Drug repurposing faces challenges including high domain expertise requirements, labor-intensive workflows, and difficulties in model deployment. To address these, we present the first open-source, web-based platform supporting disease- and target-specific prediction. It integrates graph neural networks with multimodal biomedical data—encompassing drugs, diseases, genes, and pathways—and NLP-derived semantic features from 24 million PubMed abstracts. The platform uniquely unifies multiple deep learning architectures with a large-scale knowledge graph comprising 5.9 million edges, 107 relation types, and 15 categories of semantic associations. It delivers end-to-end automated predictions, high-accuracy recommendations, and interpretable visual analytics—freely accessible without registration. Its core innovation is a tripartite synergistic modeling framework jointly leveraging deep learning, knowledge graphs, and literature-derived semantics, substantially improving both predictive accuracy and biological interpretability. This provides computational and experimental researchers with an out-of-the-box tool for novel indication discovery.

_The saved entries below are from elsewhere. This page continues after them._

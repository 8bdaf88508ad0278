package figure

import (
	"image"
	"math"
	"testing"

	"broadline/app/core"
	"broadline/opacity/fit"
	"broadline/opacity/synth"
	"broadline/physics"
	"broadline/spectra"
)

// stepScene is an invented spectrum for the geometry tests: flat observed
// flux 1 ± 0.1 on 5000–10000 Å every 5 Å, and a model of 0.5 below 7000 Å
// and 0.8 from there, so that the model draws one horizontal line each
// side of a step at 7000 Å.
func stepScene() *Scene {
	var w, f, s, m []float64
	for x := 5000.0; x <= 10000; x += 5 {
		w = append(w, x)
		f = append(f, 1)
		s = append(s, 0.1)
		if x < 7000 {
			m = append(m, 0.5)
		} else {
			m = append(m, 0.8)
		}
	}
	obs := &spectra.Spectrum{Wavelength: w, Flux: f, Uncertainty: s}
	return &Scene{Observed: obs, Model: &core.Overlay{Wavelength: w, Flux: m}, Title: "invented step"}
}

// isModel reports whether some pixel within 1 px of (x, y) has the model's
// colour (anti-aliasing spreads a line over neighbouring pixels).
func isModel(img image.Image, x, y float64) bool {
	for dy := -1; dy <= 1; dy++ {
		for dx := -1; dx <= 1; dx++ {
			r, g, b, _ := img.At(int(math.Floor(x))+dx, int(math.Floor(y))+dy).RGBA()
			if d := max(absDiff(r>>8, uint32(Palette.Model.R)), absDiff(g>>8, uint32(Palette.Model.G)), absDiff(b>>8, uint32(Palette.Model.B))); d < 40 {
				return true
			}
		}
	}
	return false
}

// TestPixelMapping: the Frame's mapping, taken from the plot's own
// transforms, puts data points where the rasteriser drew them: the
// model's horizontal lines at flux 0.5 and 0.8 and its step at 7000 Å
// land on model-coloured pixels, 6 px off them does not, the mapping
// inverts exactly, and the same holds on the velocity axis (reversed) and
// with the residual panel (whose data area lines up with the spectrum's).
func TestPixelMapping(t *testing.T) {
	um := core.UnitOf("um")
	for _, d := range []Display{
		{Axis: XAxis{Unit: um}},
		{Axis: XAxis{Unit: um, Rest: 8000}},
		{Axis: XAxis{Unit: core.UnitOf("A")}, Residuals: true, View: View{XMin: 6000, XMax: 9000}},
	} {
		sc := stepScene()
		f, err := sc.Figure(d)
		if err != nil {
			t.Fatal(err)
		}
		img, fr := f.RenderPlot(900, 500, d.Axis)
		ax := d.Axis
		for _, q := range [][2]float64{{6500, 0.5}, {8500, 0.8}, {6997.5, 0.65}} {
			px, py := fr.Main.ToPixel(ax.Of(q[0]), q[1])
			if !fr.Main.Contains(px, py) || !isModel(img, px, py) {
				t.Errorf("%+v: (%g Å, %g) at pixel (%.1f, %.1f): not on the model's line", d.Axis, q[0], q[1], px, py)
			}
			if q[1] != 0.65 && (isModel(img, px, py-6) || isModel(img, px, py+6)) {
				t.Errorf("%+v: model colour 6 px away from (%g Å, %g)", d.Axis, q[0], q[1])
			}
			x, y := fr.Main.ToData(px, py)
			if math.Abs(ax.Wavelength(x)-q[0]) > 1e-9*q[0] || math.Abs(y-q[1]) > 1e-12 {
				t.Errorf("round trip of (%g, %g): (%g, %g)", q[0], q[1], ax.Wavelength(x), y)
			}
		}
		// The ends of the x axis are the data area's edges: blue on the left.
		lo, _ := fr.Main.ToPixel(f.Plot.X.Min, 0)
		hi, _ := fr.Main.ToPixel(f.Plot.X.Max, 0)
		left, right := lo, hi
		if ax.Velocity() {
			left, right = hi, lo
		}
		if math.Abs(left-fr.Main.Left) > 1e-6 || math.Abs(right-fr.Main.Right) > 1e-6 {
			t.Errorf("%+v: x axis ends at pixels %.2f, %.2f; data area %.2f–%.2f", d.Axis, left, right, fr.Main.Left, fr.Main.Right)
		}
		if d.Residuals {
			if !fr.Residual.Shown || math.Abs(fr.Residual.Left-fr.Main.Left) > 0.5 || math.Abs(fr.Residual.Right-fr.Main.Right) > 0.5 || fr.Residual.Top < fr.Main.Bottom {
				t.Errorf("residual panel %+v does not line up under the spectrum %+v", fr.Residual, fr.Main)
			}
			// The model is 0.5 below the observed 1 with σ = 0.1 there:
			// residual 5, drawn at that height in the residual panel.
			x, y := fr.Residual.ToPixel(ax.Of(6500), 5)
			r, g, b, _ := img.At(int(x), int(y)).RGBA()
			if r>>8 > 90 || g>>8 > 90 || b>>8 > 90 {
				t.Errorf("residual 5 at 6500 Å: pixel (%.0f, %.0f) not dark", x, y)
			}
		} else if fr.Residual.Shown {
			t.Error("residual panel without Residuals")
		}
	}
}

// TestViewClipping: a wavelength range sets the x axis (in the axis unit),
// the automatic flux range fits only what lies inside it (15 % headroom
// over the highest value there, as the whole figure has), a fixed range is
// kept, nothing is drawn outside the data area, and a range with no data
// is an error.
func TestViewClipping(t *testing.T) {
	um := core.UnitOf("um")
	sc := stepScene()
	// Raise the observed flux to 3 beyond 9000 Å: outside the view below.
	for i, w := range sc.Observed.Wavelength {
		if w > 9000 {
			sc.Observed.Flux[i] = 3
		}
	}
	d := Display{Axis: XAxis{Unit: um}, View: View{XMin: 6000, XMax: 8000, Auto: true}}
	f, err := sc.Figure(d)
	if err != nil {
		t.Fatal(err)
	}
	if f.Plot.X.Min != 0.6 || f.Plot.X.Max != 0.8 {
		t.Errorf("x range %g–%g µm, want 0.6–0.8", f.Plot.X.Min, f.Plot.X.Max)
	}
	if f.Plot.Y.Min != 0 || math.Abs(f.Plot.Y.Max-1.15) > 1e-12 {
		t.Errorf("auto flux range %g–%g, want 0–1.15 (the flux 3 beyond 9000 Å is out of view)", f.Plot.Y.Min, f.Plot.Y.Max)
	}
	whole, err := sc.Figure(Display{Axis: XAxis{Unit: um}})
	if err != nil {
		t.Fatal(err)
	}
	if math.Abs(whole.Plot.Y.Max-3.45) > 1e-12 {
		t.Errorf("whole figure's flux range up to %g, want 3.45", whole.Plot.Y.Max)
	}
	img, fr := f.RenderPlot(900, 500, d.Axis)
	if v := fr.View(); math.Abs(v.XMin-6000) > 1e-6 || math.Abs(v.XMax-8000) > 1e-6 || v.YMax != f.Plot.Y.Max {
		t.Errorf("frame's view %+v", v)
	}
	b := img.Bounds()
	for y := b.Min.Y; y < b.Max.Y; y++ {
		for x := b.Min.X; x < b.Max.X; x++ {
			m := fr.Main
			if fx, fy := float64(x), float64(y); fx >= m.Left-2 && fx <= m.Right+2 && fy >= m.Top-2 && fy <= m.Bottom+2 {
				continue
			}
			if r, g, bb, _ := img.At(x, y).RGBA(); r>>8 == uint32(Palette.Model.R) && g>>8 == uint32(Palette.Model.G) && bb>>8 == uint32(Palette.Model.B) {
				t.Fatalf("model colour at (%d, %d), outside the data area %+v", x, y, fr.Main)
			}
		}
	}
	fixed, err := sc.Figure(Display{Axis: XAxis{Unit: um}, View: View{XMin: 6000, XMax: 8000, YMin: 0.4, YMax: 0.9}})
	if err != nil {
		t.Fatal(err)
	}
	if fixed.Plot.Y.Min != 0.4 || fixed.Plot.Y.Max != 0.9 {
		t.Errorf("fixed flux range %g–%g, want 0.4–0.9", fixed.Plot.Y.Min, fixed.Plot.Y.Max)
	}
	if _, err := sc.Figure(Display{Axis: XAxis{Unit: um}, View: View{XMin: 20000, XMax: 21000}}); err == nil {
		t.Error("a view with no data accepted")
	}
}

// TestVelocityAxis: v = c(λ_rest − λ)/λ_rest (first-order Doppler), so a
// line at rest 10000 Å seen at 9000 Å moves at 0.1 c, 29979.2458 km/s
// (c from physics, CODATA); the axis inverts it, runs from the red end's
// velocity to the blue end's, and is labelled with the rest line.
func TestVelocityAxis(t *testing.T) {
	ax := XAxis{Unit: core.UnitOf("um"), Rest: 10000}
	if v := ax.Of(9000); math.Abs(v-0.1*physics.SpeedOfLightKmS) > 1e-9 || math.Abs(v-29979.2458) > 1e-3 {
		t.Errorf("9000 Å from 10000 Å: %g km/s, want 0.1 c = 29979.2458 km/s", v)
	}
	if v := ax.Of(11000); math.Abs(v+29979.2458) > 1e-3 {
		t.Errorf("11000 Å (redshift): %g km/s, want −29979.2458", v)
	}
	for _, lam := range []float64{5000, 9000, 10000, 24000} {
		if back := ax.Wavelength(ax.Of(lam)); math.Abs(back-lam) > 1e-9*lam {
			t.Errorf("%g Å → %g km/s → %g Å", lam, ax.Of(lam), back)
		}
	}
	f, err := stepScene().Figure(Display{Axis: ax})
	if err != nil {
		t.Fatal(err)
	}
	// The invented spectrum spans 5000–10000 Å: velocities 0 … 0.5 c.
	if f.Plot.X.Min > 1e-9 || math.Abs(f.Plot.X.Max-0.5*physics.SpeedOfLightKmS) > 1e-6 {
		t.Errorf("velocity range %g–%g km/s, want 0–%g", f.Plot.X.Min, f.Plot.X.Max, 0.5*physics.SpeedOfLightKmS)
	}
	if f.Plot.X.Label.Text != "velocity relative to 1.0000 µm (10³ km/s, blueshift positive)" {
		t.Errorf("label %q", f.Plot.X.Label.Text)
	}
}

// TestResiduals: (observed − model)/σ at each overlay sample; masked
// samples and those without an uncertainty are NaN; and on an overlay made
// by fit.Compare the squares of the finite residuals add up to its χ² over
// its N samples (the same samples, the same definition).
func TestResiduals(t *testing.T) {
	sc := stepScene()
	obs := sc.Observed
	obs.SetMask(10, spectra.MaskTelluric)
	obs.Uncertainty[20] = 0
	r := Residuals(obs, sc.Model)
	for i, w := range sc.Model.Wavelength {
		want := (1 - sc.Model.Flux[i]) / 0.1
		switch {
		case i == 10 || i == 20:
			if !math.IsNaN(r[i]) {
				t.Errorf("sample %d (masked or σ = 0): residual %g, want NaN", i, r[i])
			}
		case math.Abs(r[i]-want) > 1e-12:
			t.Errorf("%g Å: residual %g, want %g", w, r[i], want)
		}
	}
	// A model on a grid of its own, compared by fit.Compare (no smoothing):
	// the overlay covers part of the observed samples.
	res := &synth.Result{}
	for x := 6000.0; x <= 9000; x += 2.5 {
		res.Wavelength = append(res.Wavelength, x)
		res.Flux = append(res.Flux, 0.9+0.1*math.Sin(x/300))
		res.Normalized = append(res.Normalized, 1)
	}
	ov, err := fit.Compare(obs, res, 0)
	if err != nil {
		t.Fatal(err)
	}
	r = Residuals(obs, ov)
	sum, n := 0.0, 0
	for _, x := range r {
		if !math.IsNaN(x) {
			sum += x * x
			n++
		}
	}
	if n != ov.N || math.Abs(sum-ov.Chi2) > 1e-9*ov.Chi2 {
		t.Errorf("Σ r² = %g over %d samples; fit.Compare: χ² = %g over %d", sum, n, ov.Chi2, ov.N)
	}
	f, err := sc.Figure(Display{Axis: XAxis{Unit: core.UnitOf("A")}, Residuals: true})
	if err != nil {
		t.Fatal(err)
	}
	if f.Residual == nil || f.Residual.Y.Max < 5.5-1e-9 || f.Residual.Y.Min != -f.Residual.Y.Max {
		t.Errorf("residual panel range %+v, want symmetric and above the largest residual 5", f.Residual.Y)
	}
}

// TestTickPositions: a line of rest 10000 Å acting at the photosphere's
// 0.1 c sits at 10000 (1 − 0.1) = 9000 Å with the first-order Doppler
// relation the synthesis uses (synth.LineContribution.Acting): the tick is
// drawn at 0.9 µm on a wavelength axis and at +0.1 c relative to the line
// on its velocity axis, at the bottom of the data area; ticks outside the
// shown range are left out.
func TestTickPositions(t *testing.T) {
	acting := 10000 * (1 - 0.1) // as synth.Model.StrongestLines computes it
	sc := stepScene()
	sc.Ticks = []LineTicks{{Label: "Xx II", Acting: []float64{acting, 12000}}}
	for _, ax := range []XAxis{{Unit: core.UnitOf("um")}, {Unit: core.UnitOf("um"), Rest: 10000}} {
		f, err := sc.Figure(Display{Axis: ax})
		if err != nil {
			t.Fatal(err)
		}
		pos := TickPositions(f.Plot, sc.Ticks, ax)
		want := 0.9
		if ax.Velocity() {
			want = 0.1 * physics.SpeedOfLightKmS
		}
		if len(pos) != 1 || len(pos[0]) != 1 || math.Abs(pos[0][0]-want) > 1e-9*want {
			t.Errorf("%+v: ticks at %v, want [%g] (12000 Å is outside the spectrum)", ax, pos, want)
		}
		img, fr := f.RenderPlot(900, 500, ax)
		px, _ := fr.Main.ToPixel(want, 0)
		py := fr.Main.Bottom - (2+tickLength/2)*96.0/72
		c := TickStyles[0]
		found := false
		for dx := -1; dx <= 1; dx++ {
			r, g, b, _ := img.At(int(px)+dx, int(py)).RGBA()
			if max(absDiff(r>>8, uint32(c.R)), absDiff(g>>8, uint32(c.G)), absDiff(b>>8, uint32(c.B))) < 40 {
				found = true
			}
		}
		if !found {
			t.Errorf("%+v: no tick colour at pixel (%.1f, %.1f)", ax, px, py)
		}
	}
}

Background: Identifying new indications for approved drugs is a complex and time-consuming process that requires extensive knowledge of pharmacology, clinical data, and advanced computational methods. Recently, deep learning (DL) methods have shown their capability for the accurate prediction of drug repositioning. However, implementing DL-based modeling requires in-depth domain knowledge and proficient programming skills. Results: In this application, we introduce DeepDR, the first integrated platform that combines a variety of established DL-based models for disease- and target-specific drug repositioning tasks. DeepDR leverages invaluable experience to recommend candidate drugs, which covers more than 15 networks and a comprehensive knowledge graph that includes 5.9 million edges across 107 types of relationships connecting drugs, diseases, proteins/genes, pathways, and expression from six existing databases and a large scientific corpus of 24 million PubMed publications. Additionally, the recommended results include detailed descriptions of the recommended drugs and visualize key patterns with interpretability through a knowledge graph. Conclusion: DeepDR is free and open to all users without the requirement of registration. We believe it can provide an easy-to-use, systematic, highly accurate, and computationally automated platform for both experimental and computational scientists.